Ich habe mir einmal euer Tutorial zu JDOM lesen & Schreiben angesehen. An sich ist es ganz gut aber fast ein wenig kurz,

Ich habe zum Beispiel ein kleines Programm geschrieben, es funktioniert aufgrund vieler Fehler noch nicht und ist auch noch nicht fertig.  Aber es geht darum über ein "Öffnen" Dialog eine XML Datei, welche ich zuvor erzeugt habe, wieder einzulesen.  Mein Problem ist nun, wie ich dies bewerkstelligen soll. Es wird im Tutorial und auch in anderen Büchern davon geschrieben, daß die eingelesen Informationen in einen Speicher geschrieben werden. Wie greife ich nun auf diesen Speicher zu? 

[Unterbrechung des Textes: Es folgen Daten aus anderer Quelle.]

#!/usr/bin/env bash
# A PostgreSQL cluster of the project's own, on loopback only.
#
#   pg.sh start     install PostgreSQL when missing, create the cluster, start it, print the owner's URL
#   pg.sh stop      stop it                 pg.sh status   exit 0 when it runs, 3 when not
#   pg.sh url       print the owner's URL   pg.sh destroy  stop it and delete its data
#   pg.sh where     print the directory it lives in
#   pg.sh renew     drop the database and create it empty (only with PG_FAST=1)
#
# Environment:
#   PG_DIR    where the cluster lives (default .data/pg of the project)
#   PG_PORT   first port to try (default 54329; the next free one is taken)
#   PG_DB     database to create (default farlug)
#   PG_FAST   1 = no fsync, for tests; refused for the cluster that keeps people's work
#
# Only the URL goes to standard output. Run as root, the server runs as user "postgres".
# The role in the URL owns the cluster: it is for migrations, never for the api or the worker.
set -euo pipefail
umask 077

root="$(cd "$(dirname "${BASH_SOURCE[0]}")/.." && pwd -P)"
database="${PG_DB:-farlug}"
role=farlug_owner

say() { echo "postgres: $*" >&2; }
die() { say "$*"; exit 1; }
is_root() { [ "$(id -u)" = 0 ]; }

find_binaries() {
  local dir
  while read -r dir; do
    [ -x "$dir/initdb" ] && [ -x "$dir/pg_ctl" ] && [ -x "$dir/psql" ] && { echo "$dir"; return 0; }
  done < <(ls -d /usr/lib/postgresql/*/bin 2>/dev/null | sort -rV; dirname "$(command -v initdb || echo /none/none)")
  return 1
}

install_server() {
  local as_root=()
  if ! is_root; then
    sudo -n true 2>/dev/null || die "no PostgreSQL server here: run  sudo apt-get install postgresql  and start again"
    as_root=(sudo -n)
  fi
  say "installing PostgreSQL from the distribution's packages"
  # No cluster of the distribution's own: it would listen on 5432 and start at boot.
  "${as_root[@]}" sh -c 'umask 022; mkdir -p /etc/postgresql-common
    conf=/etc/postgresql-common/createcluster.conf
    [ -e "$conf" ] || echo "create_main_cluster = false" >"$conf"
    export DEBIAN_FRONTEND=noninteractive
    apt-get install -y -qq --no-install-recommends postgresql ||
      { apt-get update -qq && apt-get install -y -qq --no-install-recommends postgresql; }' >&2 ||
    die "PostgreSQL could not be installed: run  apt-get install postgresql  by hand and read its message"
}

bin="$(find_binaries)" || { install_server; bin="$(find_binaries)" || die "no PostgreSQL server after the installation"; }

default_dir="$root/.data/pg"
server_user="$(id -un)"
as_server() { "$@"; }
if is_root; then
  server_user=postgres
  as_server() { (cd / && runuser -u postgres -- "$@"); }
  # User postgres cannot enter e.g. /root: the data then lives under /var/lib.
  as_server test -x "$root" || default_dir="/var/lib/$(basename "$root")-$(printf %s "$root" | cksum | cut -d' ' -f1)/pg"
fi
dir="${PG_DIR:-$default_dir}"
case "$dir" in /*) ;; *) dir="$PWD/$dir" ;; esac
[ "${PG_FAST:-}" != 1 ] || [ "$dir" != "$default_dir" ] || die "PG_FAST=1 turns off fsync: give the tests a PG_DIR of their own"
data="$dir/data"

port() { cat "$dir/port"; }
url() { echo "postgres://$role:$(cat "$dir/password")@127.0.0.1:$(port)/$database"; }

# pg_ctl status takes a zombie or a reused process id for a live server: look at the command line.
running() {
  local pid
  pid="$(head -n1 "$data/postmaster.pid" 2>/dev/null)" &&
    tr '\0' '\n' 2>/dev/null <"/proc/$pid/cmdline" | grep -qxF -- "$data"
}

# Drop a dead server's pid file, but only once none of its children still works on the data.
clear_stale() {
  local try cwd busy
  [ -e "$data/postmaster.pid" ] || return 0
  for try in $(seq 50); do
    busy=
    for cwd in /proc/[0-9]*/cwd; do [ "$(readlink "$cwd" 2>/dev/null)" = "$data" ] && busy=1; done
    [ -n "$busy" ] || { rm -f "$data/postmaster.pid"; return 0; }
    sleep 0.2
  done
  die "processes of a server that died still use $data"
}

free_port() {
  local try
  for try in $(seq "$1" $(($1 + 60))); do
    (exec 3<>"/dev/tcp/127.0.0.1/$try") 2>/dev/null || { echo "$try"; return 0; }
  done
  die "no free port from $1 to $(($1 + 60))"
}

own_dir() {
  mkdir -p "$dir"
  is_root || return 0
  chown postgres "$dir"
  local parent; parent="$(dirname "$dir")"
  as_server test -x "$parent" || chmod o+x "$parent"
}

# The cluster is made beside its final place and moved there, so that an interrupted start leaves none half made.
create_cluster() {
  [ ! -s "$data/PG_VERSION" ] || return 0
  local locale=C.UTF-8 making="$dir/making"
  locale -a 2>/dev/null | grep -qiE '^C\.utf-?8$' || locale=C
  head -c 24 /dev/urandom | od -An -tx1 | tr -d ' \n' >"$dir/password"
  ! is_root || chown postgres "$dir/password"
  rm -rf "$making"
  as_server "$bin/initdb" -D "$making" -U "$role" -E UTF8 --locale="$locale" --auth=scram-sha-256 \
    --pwfile="$dir/password" --no-sync >"$dir/initdb.log" 2>&1 || die "initdb failed: $(tail -n 20 "$dir/initdb.log")"
  rm -rf "$data"
  mv "$making" "$data"
  [ "${PG_FAST:-}" = 1 ] || sync
}

ask() {
  PGPASSWORD="$(cat "$dir/password")" PGCONNECT_TIMEOUT=10 "$bin/psql" -XqAt -v ON_ERROR_STOP=1 \
    -h 127.0.0.1 -p "$(port)" -U "$role" -d postgres -c "$1"
}

launch() {
  clear_stale
  free_port "${PG_PORT:-54329}" >"$dir/port"
  local options="-c listen_addresses=127.0.0.1 -c port=$(port) -c unix_socket_directories= -c max_connections=100"
  options="$options -c shared_buffers=128MB -c max_parallel_workers_per_gather=0 -c timezone=UTC -c log_timezone=UTC"
  # A foreign connection left idle inside a transaction must not hold locks for ever.
  options="$options -c idle_in_transaction_session_timeout=120s"
  [ "${PG_FAST:-}" != 1 ] || options="$options -c fsync=off -c synchronous_commit=off -c full_page_writes=off -c autovacuum=off"
  as_server "$bin/pg_ctl" -D "$data" -l "$dir/server.log" -o "$options" -w -t 60 start >/dev/null 2>&1 </dev/null ||
    die "the server did not start: $(tail -n 20 "$dir/server.log")"
}

start() {
  [ ! -e "$data" ] || [ "$(stat -c %U "$data")" = "$server_user" ] ||
    die "$data belongs to another user: set PG_DIR, or destroy it as that user"
  own_dir
  exec 9>"$dir/lock"; flock -w 90 9 || die "another start of $dir has not finished"
  create_cluster
  running || launch 9>&-
  [ -n "$(ask "select 1 from pg_database where datname = '$database'")" ] || ask "create database \"$database\""
  url
}

case "${1:-}" in
  start) start ;;
  stop)
    if running; then as_server "$bin/pg_ctl" -D "$data" -m fast -w -t 30 stop >/dev/null; fi
    say stopped ;;
  status)
    running || { say "not running"; exit 3; }
    say "running on 127.0.0.1:$(port), data in $data" ;;
  url) running || die "not running"; url ;;
  where) echo "$dir" ;;
  renew)
    [ "${PG_FAST:-}" = 1 ] || die "renew is for the tests: it deletes the database"
    running || die "not running"
    ask "drop database if exists \"$database\" with (force)"
    ask "create database \"$database\""
    url ;;
  destroy)
    if running; then as_server "$bin/pg_ctl" -D "$data" -m immediate -w stop >/dev/null; fi
    rm -rf "$dir"; say destroyed ;;
  *) die "usage: $0 start|stop|status|url|where|renew|destroy" ;;
esac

Ich habe hier einmal ein paar Ansätze wie ich mir das ganze Vorstelle. Das Programm ist aus der vorherigen Version, in der ich die XML Datei erzeugt habe, enstanden. Daher ist noch einiges an Quelltext davon übrig,

Ich hoffe das ich damit nicht völlig auf dem Holzweg bin, da meine Programmierkenntnisse eher bescheiden sind.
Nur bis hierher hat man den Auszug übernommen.